ASVspoof 2019: Future Horizons in Spoofed and Fake Audio Detection

Published 9 Apr 2019 in eess.AS, cs.CR, and cs.SD | (1904.05441v2)

Abstract: ASVspoof, now in its third edition, is a series of community-led challenges which promote the development of countermeasures to protect automatic speaker verification (ASV) from the threat of spoofing. Advances in the 2019 edition include: (i) a consideration of both logical access (LA) and physical access (PA) scenarios and the three major forms of spoofing attack, namely synthetic, converted and replayed speech; (ii) spoofing attacks generated with state-of-the-art neural acoustic and waveform models; (iii) an improved, controlled simulation of replay attacks; (iv) use of the tandem detection cost function (t-DCF) that reflects the impact of both spoofing and countermeasures upon ASV reliability. Even if ASV remains the core focus, in retaining the equal error rate (EER) as a secondary metric, ASYspoof also embraces the growing importance of fake audio detection. ASVspoof 2019 attracted the participation of 63 research teams, with more than half of these reporting systems that improve upon the performance of two baseline spoofing countermeasures. This paper describes the 2019 database, protocols and challenge results. It also outlines major findings which demonstrate the real progress made in protecting against the threat of spoofing and fake audio.

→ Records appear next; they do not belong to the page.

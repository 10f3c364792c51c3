import { type MonthDocument } from '#lib/contracts/monthDocument';
import { type SummaryTemplate } from '#lib/contracts/summaryTemplate';

/** A network’s mark as it was uploaded. */
export interface SummaryMark {
  bytes: Uint8Array;
  mediaType: 'image/png' | 'image/jpeg';
}

/** What stands in the files beside the figures. */
export interface RenderContext {
  template: SummaryTemplate;
  mark?: SummaryMark | null;
  /** Number of the issued revision; null: a draft. */
  revision: number | null;
  /** Who issued it, and when. */
  issuedBy?: { name: string; at: string } | null;
  /** What the manifest rests on. */
  seal?: { dataSha256: string; softwareVersion: string; publicKey: string | null } | null;
  /** Head of the audit chain when it was issued. */
  chainHead?: { position: number; sha256: string } | null;
  /** Address of the page that verifies a file. */
  verifyUrl?: string | null;
}

/** A finished file of a month. */
export interface RenderedFile {
  name: string;
  mediaType: string;
  bytes: Uint8Array;
}

/** A month’s files, all written from the one document. */
export async function renderFiles(doc: MonthDocument, context: RenderContext): Promise<RenderedFile[]> {
  return Promise.resolve([renderJson(doc, context)]);
}

/** File name of a month: `merrow-2026-03-r2.pdf`, `merrow-2026-03-draft.pdf`. */
export function fileName(
  { network, month }: MonthDocument,
  { revision }: Pick<RenderContext, 'revision'>,
  ending: string,
): string {
  return `${network.slug}-${month}-${revision === null ? 'draft' : `r${revision}`}.${ending}`;
}

function renderJson(doc: MonthDocument, context: RenderContext): RenderedFile {
  return {
    name: fileName(doc, context, 'json'),
    mediaType: 'application/json',
    bytes: Buffer.from(`${JSON.stringify(doc)}\n`),
  };
}
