import { bandAt, BAND_SLOTS } from '#lib/acoustics/bands';
import { levelOfEnergyDb } from '#lib/acoustics/energy';
import { lowFrequencyIndicator, LOW_FREQUENCY_BOUND_DB } from '#lib/acoustics/lowFrequency';
import { PeriodAccumulator } from '#lib/acoustics/periodStatistics';
import { type PeriodSums } from '#lib/acoustics/periodSums';
import { toTenths } from '#lib/acoustics/rounding';
import { assessTonality, surveyTones } from '#lib/acoustics/tonality';
import { type DocumentLowFrequency, type DocumentTonality } from '#lib/contracts/monthEvidence';
import { QUARTER_SEC } from '#lib/time/quarters';
import { fractionOf, stationBands } from '../../figures/stationBands';
import { type MonthEvidence } from './evidence';

/** Quarter-hours with less valid time are not looked at for tones. */
const LEAST_SEC = 60;

/** Tones of the month’s mean spectrum, and how many quarter-hours have one by the survey method. */
export function documentTonality(evidence: MonthEvidence, month: PeriodAccumulator): DocumentTonality {
  const blocks = tonalBlocks(evidence);
  const mean = meanTones(evidence, month);
  return { ...mean, blockSeconds: QUARTER_SEC, ...blocks };
}

/** LCeq − LAeq of the month and of its quarter-hours against the bound. */
export function documentLowFrequency(
  { quarters, span }: MonthEvidence,
  month: PeriodAccumulator,
): DocumentLowFrequency {
  const found = lowFrequencyIndicator(month.lceqDb(), month.laeqDb());
  let [assessedBlocks, blocksAbove] = [0, 0];
  for (const { startSec, sums } of quarters) {
    // Both are to be of the same intervals.
    if (startSec >= span.toSec || sums.validSec === 0 || sums.cValidSec !== sums.validSec) continue;
    assessedBlocks += 1;
    const quarter = new PeriodAccumulator({ from: sums });
    if (lowFrequencyIndicator(quarter.lceqDb(), quarter.laeqDb())?.isAbove) blocksAbove += 1;
  }
  return {
    bound: LOW_FREQUENCY_BOUND_DB,
    difference: found?.differenceDb ?? null,
    isAbove: found?.isAbove ?? false,
    assessedBlocks,
    blocksAbove,
  };
}

function meanTones(
  { station }: MonthEvidence,
  month: PeriodAccumulator,
): Pick<DocumentTonality, 'notAssessable' | 'tones'> {
  if (month.sums.validSec === 0) {
    return { notAssessable: 'no-data', tones: [] };
  }
  const bands = stationBands(station, month);
  const levelsDb = bands.map(({ index }) => month.bandLeqDb(index));
  const found = assessTonality(fractionOf(station, month), levelsDb, bands, month.sums.validSec);
  if (found.kind === 'not-assessable') return { notAssessable: found.reason, tones: [] };
  const tones = found.findings.flatMap(({ method, lowerIndex, upperIndex, excessTenths, thresholdTenths }) =>
    method === 'averaged-neighbours'
      ? []
      : [
          {
            method,
            lowerHz: bandAt(3, lowerIndex).lowerHz,
            upperHz: bandAt(3, upperIndex).upperHz,
            excess: excessTenths / 10,
            threshold: thresholdTenths / 10,
          },
        ],
  );
  return { notAssessable: null, tones };
}

/** Mean spectrum of a quarter-hour as the method takes it: a month has thousands, so they are made without anything between. */
function spectrumTenths({ bandEnergySec, bandValidSec }: PeriodSums): (number | null)[] {
  const tenths = new Array<number | null>(BAND_SLOTS).fill(null);
  for (let slot = 0; slot < BAND_SLOTS; slot += 1) {
    const sec = bandValidSec[slot] ?? 0;
    const levelDb = sec > 0 ? levelOfEnergyDb((bandEnergySec[slot] ?? 0) / sec) : null;
    tenths[slot] = levelDb === null ? null : toTenths(levelDb);
  }
  return tenths;
}

function tonalBlocks({
  span,
  quarters,
}: MonthEvidence): Pick<DocumentTonality, 'assessedBlocks' | 'tonalBlocks' | 'bands'> {
  const blocksOfBand = new Map<number, number>();
  let [assessedBlocks, tonal] = [0, 0];
  for (const { startSec, sums } of quarters) {
    if (startSec >= span.toSec || sums.bandFraction !== 3 || sums.validSec < LEAST_SEC) continue;
    assessedBlocks += 1;
    const tones = surveyTones(spectrumTenths(sums));
    if (tones.length > 0) tonal += 1;
    for (const { lowerIndex } of tones) {
      blocksOfBand.set(lowerIndex, (blocksOfBand.get(lowerIndex) ?? 0) + 1);
    }
  }
  const bands = [...blocksOfBand]
    .sort(([a, many], [b, more]) => more - many || a - b)
    .map(([index, blocks]) => ({ nominalHz: bandAt(3, index).nominalHz, blocks }));
  return { assessedBlocks, tonalBlocks: tonal, bands };
}
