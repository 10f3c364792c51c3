import { strToU8, zipSync, type Zippable } from 'fflate';
import { type MonthDocument } from '#lib/contracts/monthDocument';
import { csvText } from '#lib/format/csvText';
import { type ColumnType, type TopicTable } from './tables/table';

/** Datatypes of CSV on the Web. */
const DATATYPES: Record<ColumnType, string> = {
  text: 'string',
  number: 'double',
  integer: 'integer',
  boolean: 'boolean',
  instant: 'dateTime',
  date: 'date',
};

/**
 * The topics of a month as a zip: a CSV file (RFC 4180, UTF-8) each, and `csv-metadata.json`, which describes their columns as
 * CSV on the Web (W3C). Numbers are those of the JSON, unrounded.
 */
export function csvZip(doc: MonthDocument, tables: readonly TopicTable[]): Uint8Array {
  // The same month gives the same bytes.
  const mtime = new Date(doc.generatedAt);
  const files: Zippable = {
    'csv-metadata.json': [strToU8(`${JSON.stringify(metadataOf(doc, tables), null, 2)}\n`), { mtime }],
  };
  for (const table of tables) {
    const names = table.columns.map(({ name }) => name);
    files[`${table.name}.csv`] = [strToU8(csvText([names, ...table.rows])), { mtime }];
  }
  return zipSync(files, { level: 6 });
}

function metadataOf(doc: MonthDocument, tables: readonly TopicTable[]): object {
  return {
    '@context': ['http://www.w3.org/ns/csvw', { '@language': 'en' }],
    'dc:title': `${doc.network.name}, noise in ${doc.month}`,
    'dc:created': doc.generatedAt,
    'dc:description':
      'Levels in dB re 20 µPa, unrounded; times in UTC, dates local. Text that a spreadsheet would take for a formula has an apostrophe before it.',
    dialect: { encoding: 'utf-8', lineTerminators: ['\r\n'], header: true },
    tables: tables.map((table) => ({
      url: `${table.name}.csv`,
      'dc:title': table.title,
      'dc:description': table.description,
      tableSchema: {
        columns: table.columns.map(({ name, type, unit, description }) => ({
          name,
          titles: name,
          datatype: DATATYPES[type],
          'dc:description': description,
          ...(unit === null ? {} : { 'schema:unitText': unit }),
          ...(table.key.includes(name) ? {} : { null: '' }),
        })),
        primaryKey: table.key,
      },
    })),
  };
}
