import { sumStationWind } from '#db/queries/stationWind';
import { meanWind, type MeanWind } from '#lib/acoustics/mastWeather';
import { windOfSums } from '#lib/acoustics/windOfSums';
import { formatInstantUtc } from '#lib/contracts/common';
import { type WindSource } from '#lib/contracts/monthEvidence';
import { type Span } from '../../levels/spans';
import { weatherAtStation } from '../../weather/stationWeather';
import { type StationMonth } from './evidence';

/** Wind of a month by the station’s own sensor, where it has one, and by the masts that it went by. */
export async function monthWind({ station, span, conn }: StationMonth): Promise<WindSource[]> {
  const period = { fromSec: span.fromSec, toSec: span.toSec };
  const sums = await sumStationWind(station.id, period, conn);
  const weather = await weatherAtStation(station.id, period, conn);
  const ofMasts = (weather?.masts ?? []).map(({ assignment, records }) => {
    const part = {
      fromSec: Math.max(period.fromSec, assignment.fromSec),
      toSec: Math.min(period.toSec, assignment.toSec ?? Infinity),
    };
    return sourceOf(part, { code: assignment.mastCode, name: assignment.mastName }, meanWind(records, part));
  });
  return [...(sums ? [sourceOf(period, null, windOfSums(sums))] : []), ...ofMasts];
}

function sourceOf({ fromSec, toSec }: Span, mast: WindSource['mast'], wind: MeanWind | null): WindSource {
  return {
    mast,
    from: formatInstantUtc(fromSec),
    to: formatInstantUtc(toSec),
    meanSpeed: wind?.meanSpeedMs ?? null,
    maximumSpeed: wind?.maximumSpeedMs ?? null,
    direction: wind?.directionDeg ?? null,
    seconds: wind?.seconds ?? 0,
  };
}
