import { type NetworkSettings } from '#db/queries/networks';
import { formatClockTime, formatInstantUtc } from '#lib/contracts/common';
import { type Convention } from '#lib/contracts/summaries';
import { type MonthSpan } from '../monthSpan';

/** Settings of the network that hold at some time of a month, in order of time. */
export function conventionsOf(timeline: NetworkSettings[], { fromSec, toSec }: MonthSpan): Convention[] {
  const changes = timeline.filter((settings) => settings.effectiveFromSec < toSec);
  const first = Math.max(
    0,
    changes.findLastIndex((settings) => settings.effectiveFromSec <= fromSec),
  );
  const inForce = changes.length === 0 ? timeline.slice(0, 1) : changes.slice(first);
  return inForce.map((settings, at) => ({
    from: at === 0 ? null : formatInstantUtc(settings.effectiveFromSec),
    timeZone: settings.timeZone,
    day: formatClockTime(settings.scheme.dayStartMin),
    evening:
      settings.scheme.eveningStartMin === null ? null : formatClockTime(settings.scheme.eveningStartMin),
    night: formatClockTime(settings.scheme.nightStartMin),
    minimumCoverage: settings.minimumCoverage,
    maximumWindSpeed: settings.rules.maximumWindSpeedMs,
    excludeRain: settings.rules.excludeRain,
  }));
}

Abstract PDF Upgrade to Chat

Citations (566)

View on Semantic Scholar

Summary

The paper introduces diverse attack scenarios that rigorously test ASV systems using advanced TTS, voice conversion, and realistic replay simulations.
The paper adapts the tandem detection cost function (t-DCF) to offer a nuanced evaluation of spoofing countermeasures beyond traditional metrics.
The paper demonstrates robust detection improvements, evidenced by 63 participating research teams and strong performance of ensemble and neural network approaches.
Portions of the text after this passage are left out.